Hi! Sorry to keep you waiting.
I keep trying and failing to map out an adequate preamble to any of this, so here goes. If you wrote to me after 665 ended and never heard back, this is a letter to you.
The things I want to tell you are: thank you, and I’m sorry. I’ll start with the sorry.
I’m sorry I never wrote back. Sometimes it was a missive asking me to start making things again, sometimes just a bit of a check-in, sometimes just saying you’re out there and you had occasion to think about me and wondered what I was up to these days. In any event, I can tell you that I read every one. If you didn’t get a bounceback message, I read it, and it made my day. The tangle of reasons why I didn’t write back, even just briefly to say thanks, was a whole mountainous mess of my own horseshit problems and I think explication of them would sound too much like an attempt to excuse it, and I don’t want to do that. What I’ll say is that avoidant behavior loops and shame spirals and procrastination bouts that go on for years at a stretch are killer, and they can be a sign there’s something else going on that maybe needs attention. Little tip from your old pal JSP. Anyway, what matters here is: You took the time out of your day to drop me a line and said something nice – that’s the thing, everyone who said anything at all said something nice – you said something that meant a lot to me, and probably made me cry a little, and you deserved more than silence in return.
That said: Thank you. I’m serious about crying. I was dealing with a lot, including a big sloppy helping of despair. Maybe you can relate: despair is sometimes situational and specific, and sometimes it’s this big thorny existential thing that orbits a few core areas of you but largely it’s nameless and formless and it’s just sort of there. It can be both, even, and then they do a whole tag team thing and, okay you get it. It’s not like I didn’t notice that every so often I’d get just enough oomph to start making declarations that I was going to start making things again soon and then I’d turn around and it was a year later and I had maybe a couple beginnings of something sitting in a sketchbook I promised myself I’d get back to one of these days. Faith in myself was something I rebuilt extremely gradually and in a lot of quiet and not super visible ways. It was a little spark, a tiny cinder, and I am not kidding when I say that every time I noticed another email coming in with a subject like “Is this JSP?” or “sixsixfive” or what have you, I read it, and I felt really bad about not replying, but it stayed with me that you were out there, that you remembered me, and that you liked the work I did. On more than one occasion I got overcome and just broke down crying with gratitude, despite everything. Every time I heard from you, that little cinder either glowed a little more strongly, or it stopped the fading it was in the middle of. So if you wrote and wondered if your message reached me: It did, in so many ways. I’ve carried your correspondence with me in my heart and head and I cannot thank you enough.
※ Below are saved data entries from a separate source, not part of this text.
def test_property_names_dimensions_match_pint() -> None:
    # oracle: pint's SI definitions (kg/m^3, Pa s, m^2/s, N/m, m/s, m/s^2)
    assert set(PROPERTY_NAMES) == set(PROPERTY_DIMENSIONS)
    for name in PROPERTY_NAMES:
        assert PROPERTY_DIMENSIONS[name] == DIMS[name], name


# --------------------------------------------------------------------------- power products


@pytest.mark.parametrize(
    ("text", "coefficient", "exponents"),
    [
        ("velocity / sqrt(g * depth)", 1.0, {"depth": -0.5, "g": -0.5, "velocity": 1.0}),
        ("2 * a**2 / a", 2.0, {"a": 1.0}),
        (
            "rho * velocity**2 * depth / sigma",
            1.0,
            {"depth": 1, "rho": 1, "sigma": -1, "velocity": 2},
        ),
        ("abs(-3 * a) / (b * c)**(1/2)", 3.0, {"a": 1.0, "b": -0.5, "c": -0.5}),
        ("a**(1/3) * a**(2/3) / a * b", 1.0, {"b": 1.0}),
        ("pi * d**2 / 4", math.pi / 4, {"d": 2.0}),
        ("exp(1) * a^-2", math.e, {"a": -2.0}),
        ("vertical / horizontal", 1.0, {"horizontal": -1.0, "vertical": 1.0}),
    ],
)
def test_power_product_exponents_common_practice(
    text: str, coefficient: float, exponents: dict[str, float]
) -> None:
    # laws of exponents (common practice)
    result = power_product(parse(text))
    assert result is not None
    assert_allclose(result[0], coefficient, rtol=1e-14)
    assert result[1] == exponents
    assert list(result[1]) == sorted(result[1])


@pytest.mark.parametrize(
    "text", ["width/depth + 1", "log(a)", "exp(a)", "a**b", "2**a", "a - a", "sqrt(-a)"]
)
def test_power_product_rejects_non_products(text: str) -> None:
    assert power_product(parse(text)) is None


def test_power_product_division_by_zero_raises() -> None:
    with pytest.raises(ExpressionError, match="division by zero"):
        power_product(parse("a / (2 - 2)"))


# --------------------------------------------------------------------------- dimensions


@pytest.mark.parametrize(
    "text",
    [
        "velocity / sqrt(g * depth)",  # Froude (White 2011, ch. 5; from memory)
        "velocity * depth / nu",  # Reynolds
        "rho * velocity * depth / mu",  # Reynolds
        "rho * velocity**2 * depth / sigma",  # Weber
        "velocity / c",  # Mach
        "width / depth + 1",
        "log(width / depth) * exp(-velocity / c)",
    ],
)
def test_classic_groups_dimensionless_pint_dimensions(text: str) -> None:
    assert dimension(parse(text), DIMS) == (0.0, 0.0, 0.0, 0.0)


def test_dimension_of_discharge_and_half_power_matches_pint() -> None:
    # oracle: pint, m^3/s and m^(1/2)
    assert dimension(parse("velocity * width * depth"), DIMS) == parse_quantity("1 m^3/s")[1]
    assert dimension(parse("sqrt(depth)"), DIMS) == (0.0, 0.5, 0.0, 0.0)


def test_dimension_rejects_adding_length_and_velocity() -> None:
    with pytest.raises(
        ExpressionError, match=r"cannot add \[length\] and \[velocity\] in 'depth \+ velocity'"
    ):
        dimension(parse("depth + velocity"), DIMS)
    with pytest.raises(ExpressionError, match=r"cannot subtract"):
        dimension(parse("depth - velocity * 2"), DIMS)


def test_dimension_unknown_name_suggests_the_close_one() -> None:
    with pytest.raises(ExpressionError, match=r"unknown name 'widht'.*did you mean 'width'\?"):
        dimension(parse("widht / depth"), DIMS)


@pytest.mark.parametrize(
    ("text", "match"),
    [
        ("log(depth)", r"log needs a dimensionless argument; got \[length\]"),
        ("exp(velocity)", r"exp needs a dimensionless argument; got \[velocity\]"),
        ("depth**(width / depth)", r"must be a constant number"),
        ("2**depth", r"exponent must be dimensionless; got \[length\]"),
    ],
)
def test_dimension_rejects_dimensional_arguments(text: str, match: str) -> None:
    with pytest.raises(ExpressionError, match=match):
        dimension(parse(text), DIMS)


# --------------------------------------------------------------------------- security


@pytest.mark.parametrize(
    ("text", "match"),
    [
        ("().__class__", r"attribute access is not allowed: \(\)\.__class__"),
        ("a.real", r"attribute access is not allowed"),
        ("a[0]", r"subscripts are not allowed: a\[0\]"),
        ("lambda: 1", r"lambda is not allowed"),
        ("[x for x in y]", r"comprehensions are not allowed"),
        ("(x for x in y)", r"comprehensions are not allowed"),
        ("{x: 1 for x in y}", r"comprehensions are not allowed"),
        ("__import__('os').system('x')", r"not allowed"),
        ("__import__('os')", r"'__import__' is not allowed"),
        ("__builtins__", r"'__builtins__' is not allowed"),
        ("open('x', 'w')", r"calls are limited to sqrt, log, exp, abs; got 'open'"),
        ("print(1)", r"calls are limited to sqrt, log, exp, abs; got 'print'"),
        ("eval('1')", r"calls are limited to sqrt, log, exp, abs; got 'eval'"),
        ("exec('1')", r"calls are limited to sqrt, log, exp, abs; got 'exec'"),
        ("'text'", r"strings are not allowed"),
        ("b'bytes'", r"strings are not allowed"),
        ("f'{a}'", r"f-strings are not allowed"),
        ("sqrt(x=1)", r"keyword or starred arguments are not allowed"),
        ("sqrt(*a)", r"keyword or starred arguments are not allowed"),
        ("sqrt(a, b)", r"sqrt takes exactly one argument; got 2"),
        ("(a := 1)", r"assignment \(:=\) is not allowed"),
        ("a if b else c", r"conditional expressions are not allowed"),
        ("a < b", r"comparisons are not allowed"),
        ("a and b", r"'and'/'or' are not allowed"),
        ("not a", r"operator 'not' is not allowed"),
        ("a // b", r"only the operators \+ - \* / \*\* are allowed"),
        ("a % b", r"only the operators"),
        ("(a, b)", r"tuples are not allowed"),
        ("True", r"only real numbers are allowed"),
        ("1j", r"only real numbers are allowed"),
        ("sqrt", r"'sqrt' is a function; call it as sqrt\(\.\.\.\)"),
        ("(a + b)(c)", r"calls are limited to sqrt, log, exp, abs; got 'a \+ b'"),
        ("x +", r"cannot parse 'x \+': "),
        ("a; b", r"cannot parse"),
        ("", r"cannot parse '': empty expression"),
        ("1e999 * a", r"number too large"),
        ("\u03c1 * v", r"names must be ASCII identifiers"),
    ],
)
def test_parse_rejects_forbidden_constructs(text: str, match: str) -> None:
    with pytest.raises(ExpressionError, match=match) as info:
        parse(text)
    assert "\n" not in str(info.value)


def test_parse_rejected_calls_have_no_side_effect(tmp_path: Path) -> None:
    target = tmp_path / "x"
    attempts = [
        f"open('{target}', 'w')",
        f"__import__('os').system('touch {target}')",
        f"__import__('pathlib').Path('{target}').touch()",
        f"().__class__.__base__.__subclasses__()[0]('{target}')",
        f"[open('{target}', 'w') for _ in 'a']",
        f"(lambda: open('{target}', 'w'))()",
    ]
    for text in attempts:
        with pytest.raises(ExpressionError):
            parse(text)
    assert not target.exists()
    assert list(tmp_path.iterdir()) == []


def test_parse_and_evaluate_never_call_eval_or_exec(monkeypatch: pytest.MonkeyPatch) -> None:
    def refuse(*args: object, **kwargs: object) -> None:
        raise AssertionError("eval/exec called")

    monkeypatch.setattr(builtins, "eval", refuse)
    monkeypatch.setattr(builtins, "exec", refuse)
    tree = parse("rho * velocity**2 * depth / sigma")
    assert evaluate(tree, ENV) > 0
    assert power_product(tree) is not None
    assert dimension(tree, DIMS) == (0.0, 0.0, 0.0, 0.0)


@pytest.mark.parametrize("text", ["10**10**10", "9**9**9**9", "2^2^2^2^2^2^2^2", "a**10**400"])
def test_huge_exponents_do_not_hang(text: str) -> None:
    start = time.perf_counter()
    tree = parse(text)
    value = evaluate(tree, {"a": 2.0})
    assert math.isinf(value)
    with pytest.raises(ExpressionError, match="not a finite number"):
        power_product(tree)
    assert time.perf_counter() - start < 2.0


def test_length_and_nesting_limits() -> None:
    with pytest.raises(ExpressionError, match=rf"too long \({MAX_LENGTH + 1} characters"):
        parse("a" * (MAX_LENGTH + 1))
    with pytest.raises(ExpressionError, match="nested too deeply"):
        parse("-" * 200 + "a")
    with pytest.raises(ExpressionError, match="nested too deeply"):
        parse("sqrt(" * 80 + "a" + ")" * 80)
    with pytest.raises(ExpressionError, match=r"^cannot parse '\(+\.\.\.': ") as info:
        parse("(" * 240 + "a" + ")" * 240)  # Python's parser refuses this nesting itself
    assert len(str(info.value)) < 200


# --------------------------------------------------------------------------- text


@pytest.mark.parametrize(
    ("text", "expected"),
    [
        ("velocity/sqrt(g*depth)", "velocity / sqrt(g * depth)"),
        ("rho*velocity^2*depth/sigma", "rho * velocity**2 * depth / sigma"),
        ("a - (b - c)", "a - (b - c)"),
        ("(a - b) - c", "a - b - c"),
        ("a / (b / c)", "a / (b / c)"),
        ("a / b * c", "a / b * c"),
        ("(a**b)**c", "(a**b)**c"),
        ("a**b**c", "a**b**c"),
        ("-a**2", "-a**2"),
        ("(-a)**2", "(-a)**2"),
        ("(-2)**a", "(-2)**a"),
        ("a**-2", "a**-2"),
        ("a**(-b)", "a**-b"),
        ("-(a + b)", "-(a + b)"),
        ("-(-a)", "-(-a)"),
        ("a * -b", "a * -b"),
        ("0.4 * 1e-3 + 2.5e20", "0.4 * 0.001 + 2.5e+20"),
    ],
)
def test_to_text_is_stable_and_round_trips(text: str, expected: str) -> None:
    tree = parse(text)
    assert to_text(tree) == expected
    assert parse(expected) == tree
    assert str(tree) == expected


# --------------------------------------------------------------------------- properties

NAMES = ["velocity", "depth", "width", "rho", "nu", "sigma", "g"]
exponent_fractions = st.builds(
    Fraction, st.integers(min_value=-6, max_value=6), st.integers(min_value=1, max_value=4)
)


def _power(name: str, exponent: Fraction) -> Expr:
    if exponent.denominator == 1:
        power: Expr = Num(exponent.numerator)
    else:
        power = Binary("/", Num(exponent.numerator), Num(exponent.denominator))
    return Binary("**", Name(name), power)


@settings(max_examples=200, deadline=None)
@given(
    terms=st.lists(st.tuples(st.sampled_from(NAMES), exponent_fractions), min_size=1, max_size=6),
    coefficient=st.floats(min_value=1e-3, max_value=1e3),
    values=st.lists(st.floats(min_value=1e-3, max_value=1e3), min_size=7, max_size=7),
)
def test_power_product_recovers_exponents_law_of_exponents(
    terms: list[tuple[str, Fraction]], coefficient: float, values: list[float]
) -> None:
    # property (laws of exponents, common practice): prod(x_i ** e_i) with repeated names
    # sums their exponents; the printed text parses back to the same tree.
    tree: Expr = Num(coefficient)
    for name, exponent in terms:
        tree = Binary("*", tree, _power(name, exponent))
    text = to_text(tree)
    reparsed = parse(text)
    assert reparsed == tree
    expected: dict[str, Fraction] = {}
    for name, exponent in terms:
        expected[name] = expected.get(name, Fraction(0)) + exponent
    expected = {k: v for k, v in expected.items() if v != 0}
    result = power_product(reparsed)
    assert result is not None
    assert_allclose(result[0], coefficient, rtol=1e-12)
    assert set(result[1]) == set(expected)
    for name, exponent in expected.items():
        assert_allclose(result[1][name], float(exponent), rtol=1e-15, atol=1e-15)
    env = dict(zip(NAMES, values, strict=True))
    direct = coefficient * np.prod([env[n] ** float(e) for n, e in terms])
    assert_allclose(evaluate(reparsed, env), direct, rtol=1e-9)


leaves = st.one_of(
    st.builds(Num, st.floats(min_value=-1e6, max_value=1e6, allow_nan=False)),
    st.builds(Name, st.sampled_from(["a", "b", "c", "pi"])),
)


def _extend(children: st.SearchStrategy[Expr]) -> st.SearchStrategy[Expr]:
    unary = st.builds(Unary, st.sampled_from(["-", "+"]), children).filter(
        lambda u: not (u.op == "-" and isinstance(u.operand, Num) and u.operand.value >= 0)
    )
    binary = st.builds(Binary, st.sampled_from(["+", "-", "*", "/", "**"]), children, children)
    call = st.builds(Call, st.sampled_from(["sqrt", "log", "exp", "abs"]), children)
    return st.one_of(unary, binary, call)


@settings(max_examples=300, deadline=None)
@given(tree=st.recursive(leaves, _extend, max_leaves=12))
def test_to_text_round_trips_random_trees_python_grammar(tree: Expr) -> None:
    # property: the printer's parentheses follow Python's operator precedence (common practice)
    assert parse(to_text(tree)) == tree
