def test_capillary_threshold_is_one_at_the_minimum_wave_speed_lamb1932():
    # Linear capillary-gravity waves (Lamb 1932, from memory): c_min = (4 g sigma / rho)^(1/4),
    # 0.231 m/s at wavelength 2 pi (sigma / (rho g))^(1/2) = 17.1 mm for water at 20 degC
    # (IAPWS properties; figures by hand, rounded). The code's threshold expression must give
    # 1 at that speed, its passing value.
    from compromise import expressions as ex
    from compromise.physics.fluids import get_fluid

    (t,) = [t for t in thresholds_for("surface_tension") if t.name == "capillary_speed"]
    p = get_fluid("water").properties(293.15)
    env = {"velocity": 0.231, "g": 9.80665, "sigma": p.surface_tension, "rho": p.density}
    assert_allclose(float(ex.evaluate(ex.parse(t.expression), env)), t.passing, atol=2.5e-3)
    lam = 2 * math.pi * math.sqrt(p.surface_tension / (p.density * 9.80665))
    assert_allclose(lam, 0.0171, atol=1e-4)


# --- assessment of bundled cases -------------------------------------------------------------


@pytest.fixture(scope="module")
def spillway():
    return solve(load_case("cases/spillway.toml"))


def test_spillway_thresholds_judged_per_condition(spillway):
    eff = spillway.effects
    jump = {
        c.condition: c
        for c in eff.checks
        if c.threshold.name == "reynolds" and c.threshold.phenomenon == "hydraulic_jump"
    }
    assert set(jump) == {"low", "mean", "flood"}
    # verdicts follow the band 4e4 (fail below) .. 1e5 (pass at or above)
    for c in jump.values():
        expect = "pass" if c.model >= 1e5 else "marginal" if c.model >= 4e4 else "fail"
        assert c.verdict == expect
    # the model value is V d / nu of the model: check one against the evaluation
    low = next(c for c in spillway.evaluation.conditions if c.name == "low")
    assert_allclose(jump["low"].model, low.groups["reynolds"].model, rtol=1e-12)
    assert any("fails" in r for r in eff.risks)


def test_enforce_thresholds_makes_them_hold():
    case = load_case("cases/breakwater.toml")
    sol = solve(case, enforce_thresholds=True)
    assert sol.status == "optimal"
    for c in sol.effects.checks:
        assert c.verdict == "pass"


def test_enforce_thresholds_can_make_a_case_infeasible():
    # the spillway's aeration floor (We^0.5 >= 140) cannot hold with its pump: an answer
    sol = solve(load_case("cases/spillway.toml"), enforce_thresholds=True)
    assert sol.status == "infeasible"
    assert "phenomena.chute_aeration.weber" in sol.conflict.keys


def test_regime_change_is_the_first_risk():
    case = case_from_dict(
        {
            "prototype": {
                "fluid": "water",
                "temperature": "20 degC",
                "quantities": {
                    "depth": {"value": "0.5 m", "axis": "vertical"},
                    "velocity": "0.4 m/s",
                    "reach": "100 m",
                },
            },
            "groups": {"froude": {"exact": True}, "reynolds": {"weight": 1}},
            "model": {"horizontal_ratio": {"min": "1:500", "max": "1:200"}, "distortion": 1},
            "phenomena": ["open_channel"],
        },
        path="laminar.toml",
    )
    sol = solve(case)
    eff = sol.effects
    reg = next(r for r in eff.regimes if r.group == "reynolds")
    assert (reg.prototype, reg.model) == ("turbulent", "laminar")
    assert eff.risks[0].startswith("regime change")


def test_distorted_model_needs_added_grains_and_agrees_with_the_scales():
    # X = 1:500, Y = 1:100, prototype n = 0.021: the model needs a rougher bed than acrylic or
    # glass (normal values 0.009-0.010, Chow 1959 Table 5-6, from memory). The consequence and
    # the quantities table must give the same model n (one answer, two places); the grains
    # follow Strickler's law on d50 (from memory).
    case = case_from_dict(
        {
            "prototype": {
                "fluid": "water",
                "temperature": "20 degC",
                "quantities": {
                    "depth": {"value": "5 m", "axis": "vertical"},
                    "width": "120 m",
                    "velocity": "2.5 m/s",
                    "manning_n": 0.021,
                },
            },
            "groups": {"froude": {"exact": True}},
            "model": {"horizontal_ratio": "1:500", "distortion": 5},
        },
        path="distorted.toml",
    )
    sol = solve(case)
    man = next(c for c in sol.effects.consequences if c.kind == "manning")
    quantity = sol.evaluation.conditions[0].quantities["manning_n"]
    assert_allclose(man.values["n_model"], quantity.model, rtol=1e-12)
    assert man.values["n_model"] > 0.010
    assert man.flag == "warning"
    assert_allclose(man.values["added_roughness"], strickler_roughness(quantity.model), rtol=1e-12)
    assert "d50 =" in man.message and "ks =" not in man.message


def test_model_smoother_than_acrylic_is_flagged():
    # an undistorted model of a very smooth prototype: n_m = n_p * X^(1/6) = 0.0056, below the
    # normal value of acrylic, 0.009 (Chow 1959, Table 5-6, from memory); the message names
    # which of the table's values it uses
    case = case_from_dict(
        {
            "prototype": {
                "fluid": "water",
                "temperature": "20 degC",
                "quantities": {
                    "depth": {"value": "3 m", "axis": "vertical"},
                    "velocity": "2 m/s",
                    "manning_n": 0.012,
                },
            },
            "groups": {"froude": {"exact": True}},
            "model": {"horizontal_ratio": "1:100", "distortion": 1},
        },
        path="smooth.toml",
    )
    man = next(c for c in solve(case).effects.consequences if c.kind == "manning")
    assert_allclose(man.values["n_model"], 0.012 * 100 ** (-1 / 6), rtol=1e-9)
    assert man.flag == "infeasible"
    assert "normal values" in man.message and "0.009" in man.message


def test_glycerol_model_fluid_surface_tension_is_reported_as_an_estimate():
    # glycerol-water surface tension is an estimate (no published mixture data checked): the
    # answer names it and every group and threshold whose value uses it
    case = case_from_dict(
        {
            "prototype": {
                "fluid": "water",
                "temperature": "20 degC",
                "quantities": {
                    "depth": {"value": "0.5 m", "axis": "vertical"},
                    "velocity": "1.2 m/s",
                },
            },
            "groups": {"froude": {"exact": True}, "weber": {"weight": 1}},
            "model": {
                "horizontal_ratio": "1:10",
                "distortion": 1,
                "fluids": ["glycerol-water 20%"],
                "temperature": "20 degC",
            },
            "phenomena": ["surface_tension"],
        },
        path="glycerol.toml",
    )
    eff = solve(case, alternatives=False).effects
    (note,) = eff.estimates
    assert note.startswith("model fluid glycerol-water 20%: surface tension is an estimate")
    assert "group weber" in note and "threshold surface_tension.capillary_speed" in note
    assert "surface_tension.min_depth" not in note  # a depth, no surface tension in it
    d = eff.to_dict()
    assert d["estimates"] == [note]
    from compromise.review.wording import TAG_LEGEND

    assert d["tag_legend"] == TAG_LEGEND


def test_solve_text_explains_the_tags_once():
    # the effects section shows source tags (from memory, found, ...): one line explains them
    from typer.testing import CliRunner

    from compromise.cli import app
    from compromise.review.wording import TAG_LEGEND

    out = CliRunner().invoke(app, ["solve", "cases/spillway.toml"]).output
    assert "from memory" in out and out.count(TAG_LEGEND) == 1


def test_towing_tank_ittc_correction():
    sol = solve(load_case("cases/towing_tank.toml"))
    itt = next(c for c in sol.effects.consequences if c.kind == "ittc")
    assert_allclose(itt.values["cf_model"], ittc_1957(itt.values["reynolds_model"]), rtol=1e-12)
    assert itt.values["correction"] > 0


def test_tolerance_pipe_rig_bias_at_the_answer():
    case = load_case("cases/pipe_rig.toml")
    tol = reynolds_tolerance(case, "pressure_drop", 0.02)
    rr = tol.relative_roughness
    f = friction_factor(tol.reynolds_min, rr) / friction_factor(tol.reynolds_prototype, rr)
    assert_allclose(f - 1, 0.02, rtol=1e-8)
    assert tol.reynolds_min < tol.reynolds_prototype


def test_tolerance_river_depth_uses_cube_root():
    case = load_case("cases/river_bend.toml")
    t5 = reynolds_tolerance(case, "head_loss", 0.05)
    td = reynolds_tolerance(case, "depth", 0.05)
    assert td.reynolds_min <= t5.reynolds_min  # depth ~ f^(1/3) tolerates more
    assert "Colebrook" in t5.basis


def test_every_bundled_case_reports_effects():
    from pathlib import Path

    for path in sorted(Path("cases").glob("*.toml")):
        sol = solve(load_case(path), alternatives=False)
        d = sol.to_dict()
        assert "effects" in d, path
        assert d["effects"]["thresholds"], path


def test_tolerance_command(tmp_path):
    import json

    from typer.testing import CliRunner

    from compromise.cli import app

    r = CliRunner().invoke(
        app,
        [
            "tolerance",
            "cases/pipe_rig.toml",
            "--quantity",
            "pressure_drop",
            "--within",
            "2%",
            "--json",
        ],
    )
    assert r.exit_code == 0, r.output
    d = json.loads(r.output)
    assert d["tolerance"]["reynolds_min"] < d["tolerance"]["reynolds_prototype"]
    r = CliRunner().invoke(app, ["tolerance", "cases/pipe_rig.toml", "--quantity", "speed"])
    assert r.exit_code == 2
    assert "--quantity" in r.output and "Traceback" not in r.output
    r = CliRunner().invoke(
        app,
        ["tolerance", "cases/river_bend.toml", "--quantity", "depth", "--within", "5%", "--apply"],
    )
    assert r.exit_code == 0, r.output
    assert "With the floor reynolds >=" in r.output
A bunch of other stuff happened too, in the intervening years. There’s some catching up that’ll show up in subsequent entries on this site, and I’m trying to lay it out in a way that’s workable and not boring. But when I sat down to start writing, I knew where I needed to start, and it’s with you, and the reply I didn’t send until now. I’m sorry, and from the bottom of my heart: thank you. And thank you for liking the stuff I made, and caring enough to say so. Twenty (!) years after I started dorking around with my little orange website, there are some novelties which have never worn off. To this day it just absolutely floors me to think I could type some words or upload some scribbles into my computer and it could reach someone out there and connect with them – with you – in whatever way. I sincerely think that’s miraculous and I never feel any less of a sense of wonder about it than I did the first time it happened.
Thank you for your patience and thank you for reading and, above all, thank you for being you. I’ll write more soon.